# EXERCISE BRIEF:
The answer is to be an exact copy of the lines below running from the line with "const dflt = median(times[0]);" down to the line with "const m = median(times[i]);", both ends included, and nothing more.

************

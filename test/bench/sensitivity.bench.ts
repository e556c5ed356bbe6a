// Cost of the engine's sensitivity mode: a run carrying P tangents against plain runs of the same scheme in the same
// process, on the JavaScript kernels (the same code generator, so the ratio is the dual arithmetic's price) and on
// the default backend (what a sweep uses). `fluxel fit --method gradient` counts an evaluation with P tangents as
// 1 + P runs (FitResult.runs); this prints the measured ratio beside that count. Prints; asserts nothing.

import { readFileSync } from 'node:fs';
import { cpus, loadavg } from 'node:os';
import { join } from 'node:path';
import { createRun, jsBackend } from '../../src/engine';
import { makeScene } from '../../src/images/scenes';
import { parseAndCheck } from '../../src/notation';

function median(xs: number[]): number {
  const s = [...xs].sort((a, b) => a - b);
  return s[Math.floor(s.length / 2)];
}

const scheme = parseAndCheck(readFileSync(join(process.cwd(), 'examples', 'edge-preserving.fluxel'), 'utf8')).scheme;
if (!scheme) throw new Error('edge-preserving.fluxel does not check');
console.log(`machine: ${cpus().length} cores, load average ${loadavg().map((v) => v.toFixed(1)).join(' ')}`);
for (const size of [64, 256]) {
  const scene = makeScene('survey', { width: size, height: size, noise: 0.1, seed: 1 });
  const variants: [string, () => void][] = [
    ['plain, default backend', () => createRun(scheme, { image: scene.noisy }).runSync()],
    ['plain, js backend', () => createRun(scheme, { image: scene.noisy, backend: jsBackend }).runSync()],
    ['tangents: K', () => createRun(scheme, { image: scene.noisy, sensitivity: ['K'] }).runSync()],
    ['tangents: K, sigma', () => createRun(scheme, { image: scene.noisy, sensitivity: ['K', 'sigma'] }).runSync()],
    ['tangents: K, sigma, dt', () => createRun(scheme, { image: scene.noisy, sensitivity: ['K', 'sigma', 'dt'] }).runSync()],
  ];
  for (const [, f] of variants) f();
  const times = variants.map(() => [] as number[]);
  const runs = size === 64 ? 15 : 5;
  // Interleaved, so load from other processes hits every variant alike.
  for (let k = 0; k < runs; k++) {
    variants.forEach(([, f], i) => {
      const t0 = performance.now();
      f();
      times[i].push(performance.now() - t0);
    });
  }
  const base = median(times[1]);
  const dflt = median(times[0]);
  console.log(`\nedge-preserving, ${size}×${size}, ${scheme.steps} steps, Float32 (median of ${runs})`);
  console.log(`${'variant'.padEnd(26)} ${'ms'.padStart(9)} ${'÷ plain js'.padStart(11)} ${'÷ default'.padStart(10)}  counted as`);
  variants.forEach(([name], i) => {
    const m = median(times[i]);
    const p = i < 2 ? 0 : i - 1;
    console.log(`${name.padEnd(26)} ${m.toFixed(1).padStart(9)} ${(m / base).toFixed(2).padStart(10)}x ${(m / dflt).toFixed(2).padStart(9)}x  ${i < 2 ? '1 run' : `${1 + p} runs`}`);
  });
}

************

# PROBLEM SOLUTION:
  const dflt = median(times[0]);
  console.log(`\nedge-preserving, ${size}×${size}, ${scheme.steps} steps, Float32 (median of ${runs})`);
  console.log(`${'variant'.padEnd(26)} ${'ms'.padStart(9)} ${'÷ plain js'.padStart(11)} ${'÷ default'.padStart(10)}  counted as`);
  variants.forEach(([name], i) => {
    const m = median(times[i]);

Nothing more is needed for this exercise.